Dataset entries

// @ts-check
// The one way tests and tools start the built Tacet server (packages/server/dist/main.js) as a
// child process: a free loopback port, a data folder (a new temporary one unless the caller
// brings its own), demo mode unless told otherwise, the API only unless the web client is
// wanted; resolves once GET /api/health answers. It builds nothing: run `npm run build` first.
//
// Plain JavaScript with JSDoc types (checked by `tsc -p tools`), so that `node` scripts (.mjs),
// tsx scripts and vitest suites all import this same file; TypeScript consumers read the types
// from the JSDoc (their tsconfig has `allowJs`).
//
// Used by tests/e2e, tests/faults, tools/bench, tools/load. See DEVELOPERS.md "Test harness".
import { spawn } from 'node:child_process';
import { existsSync, mkdtempSync, rmSync } from 'node:fs';
import { createServer } from 'node:net';
import { tmpdir } from 'node:os';
import { join } from 'node:path';
import { fileURLToPath } from 'node:url';

/** The repository root. */
export const ROOT = fileURLToPath(new URL('../..', import.meta.url));
/** The built server's entry point. */
export const SERVER_MAIN = join(ROOT, 'packages/server/dist/main.js');
/** The built web client's page; the server serves it when `web: true`. */
export const WEB_INDEX = join(ROOT, 'packages/web/dist/index.html');

/**
 * How a server process ended.
 * @typedef {{ code: number | null, signal: NodeJS.Signals | null }} Exit
 */

/**
 * @typedef {object} StartOptions
 * @property {string} [dataDir] the data folder (`TACET_DATA_DIR`): the caller's, never removed
 *   here. Without it the harness makes a temporary one and removes it once the process has
 *   exited through `stop()` or `kill()` (or in `cleanUp()`).
 * @property {string} [label] names the temporary data folder (`tacet-<label>-…`); default `server`
 * @property {boolean} [demo] demo mode with its accounts and data (`TACET_DEMO`); default true
 * @property {boolean} [web] serve the built web client too; default false (API only)
 * @property {Record<string, string>} [env] more environment, applied last (overrides the defaults)
 * @property {{ name: string, group: string }} [user] run as this unprivileged user through
 *   `setpriv` (needs root)
 * @property {string[]} [nodeArgs] arguments for node before the script, e.g. `['--cpu-prof']`
 * @property {boolean} [echoErrors] also print the server's stderr on ours as it comes
 * @property {number} [startTimeoutMs] how long to wait for /api/health; default 120 s
 * @property {number} [stopTimeoutMs] how long `stop()` waits after SIGTERM before SIGKILL; default 20 s
 */

/**
 * A running server.
 * @typedef {object} TacetServer
 * @property {string} baseURL e.g. `http://127.0.0.1:41234`
 * @property {number} port
 * @property {string} dataDir
 * @property {number} pid
 * @property {() => string} log what the server printed so far (stdout and stderr, the last 200 kB)
 * @property {() => Promise<Exit>} stop SIGTERM, then waits for the exit (SIGKILL after `stopTimeoutMs`)
 * @property {() => Promise<Exit>} kill SIGKILL, then waits for the exit
 * @property {Promise<Exit>} exited resolves when the process has ended
 */

/** @type {Set<import('node:child_process').ChildProcess>} */
const children = new Set();
/** @type {Set<string>} */
const folders = new Set();

// Never leave a server behind, even when the caller dies half-way.
process.once('exit', () => {
  for (const child of children) child.kill('SIGKILL');
});

/**
 * A TCP port on 127.0.0.1 that was free a moment ago.
 * @returns {Promise<number>}
 */
export function freePort() {
  return new Promise((resolve, reject) => {
    const server = createServer();
    server.unref();
    server.once('error', reject);
    server.listen(0, '127.0.0.1', () => {
      const address = server.address();
      server.close(() => (typeof address === 'object' && address ? resolve(address.port) : reject(new Error('no port'))));
    });
  });
}

/**
 * A new empty folder under the OS temp folder, removed by `cleanUp()`.
 * @param {string} [prefix]
 */
export function tempFolder(prefix = 'tacet-') {
  const folder = mkdtempSync(join(tmpdir(), prefix));
  folders.add(folder);
  return folder;
}

/**
 * Removes a folder made by `tempFolder()` now instead of in `cleanUp()`.
 * @param {string} folder
 */
export function removeFolder(folder) {
  rmSync(folder, { recursive: true, force: true });
  folders.delete(folder);
}

/**
 * Node arguments from a space-separated environment variable, e.g.
 * `TACET_BENCH_SERVER_NODE_ARGS='--cpu-prof --cpu-prof-dir=/tmp/prof'`.
 * @param {string | undefined} value
 * @returns {string[]}
 */
export function nodeArgsFrom(value) {
  return (value ?? '').split(' ').filter(Boolean);
}

/** @param {number} ms */
const wait = (ms) => new Promise((resolve) => setTimeout(resolve, ms));

/**
 * Starts the built server; resolves once `GET /api/health` answers 200.
 * @param {StartOptions} [options]
 * @returns {Promise<TacetServer>}
 */
export async function startServer(options = {}) {
  const { demo = true, web = false, startTimeoutMs = 120_000, stopTimeoutMs = 20_000 } = options;
  if (!existsSync(SERVER_MAIN)) throw new Error('The server is not built: run npm run build first');
  if (web && !existsSync(WEB_INDEX)) throw new Error('The web client is not built: run npm run build first');
  const ownFolder = options.dataDir === undefined;
  const dataDir = options.dataDir ?? tempFolder(`tacet-${options.label ?? 'server'}-`);
  const port = await freePort();
  const env = {
    ...process.env,
    NODE_ENV: 'production',
    TACET_DEMO: demo ? 'true' : 'false',
    TACET_DATA_DIR: dataDir,
    PORT: String(port),
    // Tests sign in far more often than people do; the rate-limit test and the load tool set their own.
    TACET_LOGIN_LIMIT_PER_MINUTE: '1000',
    // API only: a folder that does not exist, so the server serves no web client.
    ...(web ? {} : { TACET_WEB_DIST: join(dataDir, 'no-web-client') }),
    ...options.env,
  };
  const nodeCommand = [...(options.nodeArgs ?? []), SERVER_MAIN];
  /** @type {[string, string[]]} */
  const [command, args] = options.user
    ? ['setpriv', ['--reuid', options.user.name, '--regid', options.user.group, '--clear-groups', process.execPath, ...nodeCommand]]
    : [process.execPath, nodeCommand];
  // Output goes to pipes, never to a file: a file-size limit on the server (the fault tests)
  // would stop writes to a log file too.
  const child = spawn(command, args, { cwd: ROOT, env, stdio: ['ignore', 'pipe', 'pipe'] });
  children.add(child);
  let output = '';
  /** @param {Buffer} chunk */
  const collect = (chunk) => {
    output = (output + chunk.toString()).slice(-200_000);
  };
  child.stdout.on('data', collect);
  child.stderr.on('data', collect);
  if (options.echoErrors) child.stderr.on('data', (chunk) => process.stderr.write(chunk));
  /** @type {Promise<Exit>} */
  const exited = new Promise((resolve) => {
    child.once('exit', (code, signal) => {
      children.delete(child);
      if (ownFolder) removeFolder(dataDir);
      resolve({ code, signal });
    });
  });
  /** @param {NodeJS.Signals} signal */
  const end = async (signal) => {
    if (child.exitCode === null && child.signalCode === null) child.kill(signal);
    const timer = setTimeout(() => child.kill('SIGKILL'), stopTimeoutMs);
    const exit = await exited;
    clearTimeout(timer);
    return exit;
  };
  /** @type {TacetServer} */
  const server = {
    baseURL: `http://127.0.0.1:${port}`,
    port,
    dataDir,
    pid: child.pid ?? -1,
    log: () => output,
    stop: () => end('SIGTERM'),
    kill: () => end('SIGKILL'),
    exited,
  };
  const deadline = Date.now() + startTimeoutMs;
  for (;;) {
    if (child.exitCode !== null || child.signalCode !== null) {
      await exited;
      throw new Error(`The server exited while starting (${child.exitCode ?? child.signalCode}):\n${output.slice(-5000)}`);
    }
    try {
      const res = await fetch(`${server.baseURL}/api/health`, { signal: AbortSignal.timeout(2000) });
      if (res.ok) return server;
    } catch {
      // not listening yet
    }
    if (Date.now() > deadline) {
      await server.kill();
      throw new Error(`The server did not answer /api/health within ${startTimeoutMs / 1000} s:\n${output.slice(-5000)}`);
    }
    await wait(100);
  }
}

/**
 * Runs a command from the repository root to its end (killed by `cleanUp()` if still running).
 * @param {string} command
 * @param {string[]} args
 * @param {Record<string, string>} [env] added to ours
 * @returns {Promise<{ code: number | null, stdout: string, stderr: string }>}
 */
export function runToEnd(command, args, env = {}) {
  return new Promise((resolve, reject) => {
    const child = spawn(command, args, { cwd: ROOT, env: { ...process.env, ...env }, stdio: ['ignore', 'pipe', 'pipe'] });
    children.add(child);
    let stdout = '';
    let stderr = '';
    child.stdout.on('data', (d) => (stdout += d));
    child.stderr.on('data', (d) => (stderr += d));
    child.once('error', reject);
    child.once('exit', (code) => {
      children.delete(child);
      resolve({ code, stdout, stderr });
    });
  });
}

/**
 * Kills (SIGKILL) every process started here that still runs, waits for them, and removes every
 * temporary folder. For `afterAll` and for the end of a tool.
 */
export async function cleanUp() {
  const exits = [...children].map((child) => new Promise((resolve) => child.once('exit', resolve)));
  for (const child of children) child.kill('SIGKILL');
  await Promise.all(exits);
  for (const folder of folders) rmSync(folder, { recursive: true, force: true });
  folders.clear();
}
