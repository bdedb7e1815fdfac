/**
 * @tacet/vibration — pure vibration-isolation calculations. SI units at every boundary
 * (kg, m, s, N, N/m, Hz, °C); names carry a unit suffix where a value is not in SI base units
 * (e.g. `speedRpm`, `efficiencyPct`). No I/O. This file is the package's only public entry.
 *
 * Every function throws a `VibrationInputError` (with `field` and `code`) for inputs that
 * cannot give a finite, meaningful result; none returns NaN.
 */
export * from './units/index.js';
export * from './errors/index.js';
export * from './sdof/index.js';
export * from './transmissibility/index.js';
export * from './forcing/index.js';
export * from './frf/index.js';
export * from './geometry/index.js';
export * from './assembly/index.js';
export * from './loads/index.js';
export * from './modes/index.js';
export * from './identification/index.js';
export * from './tap-test/index.js';
export * from './restraint/index.js';
export * from './whole-machine/index.js';
export * from './glossary/index.js';
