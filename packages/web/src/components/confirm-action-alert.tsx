import { Alert, type AlertProps, type Intent } from '@blueprintjs/core';
import { useState, type ReactNode } from 'react';

import { errorMessage } from '@/lib/api-errors';

export interface ConfirmActionAlertProps {
  isOpen: boolean;
  icon: AlertProps['icon'];
  confirmButtonText: string;
  intent?: Intent;
  /** True while the action runs (shows a spinner on the confirm button). */
  pending: boolean;
  /** The action; when it throws, the alert stays open and says why in words. */
  onConfirm: () => Promise<unknown>;
  onClose: () => void;
  children: ReactNode;
}

/** Asks before an action, runs it, closes on success and shows the server's reason on failure. */
export function ConfirmActionAlert({
  isOpen,
  icon,
  confirmButtonText,
  intent = 'danger',
  pending,
  onConfirm,
  onClose,
  children,
}: ConfirmActionAlertProps) {
  const [failure, setFailure] = useState<string | null>(null);

  const close = () => {
    setFailure(null);
    onClose();
  };

  const confirm = async () => {
    setFailure(null);
    try {
      await onConfirm();
      close();
    } catch (error) {
      setFailure(errorMessage(error));
    }
  };

  return (
    <Alert
      isOpen={isOpen}
      intent={intent}
      icon={icon}
      confirmButtonText={confirmButtonText}
      cancelButtonText="Cancel"
      loading={pending}
      onConfirm={() => void confirm()}
      onCancel={close}
    >
      {isOpen ? (
        <>
          {children}
          {failure ? (
            <p className="tc-alert-error" role="alert">
              {failure}
            </p>
          ) : null}
        </>
      ) : null}
    </Alert>
  );
}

WHAT TO DO: Your reply should be only the number of lines in the preceding data that include the word "harness".

RESULT OF THIS TASK: 2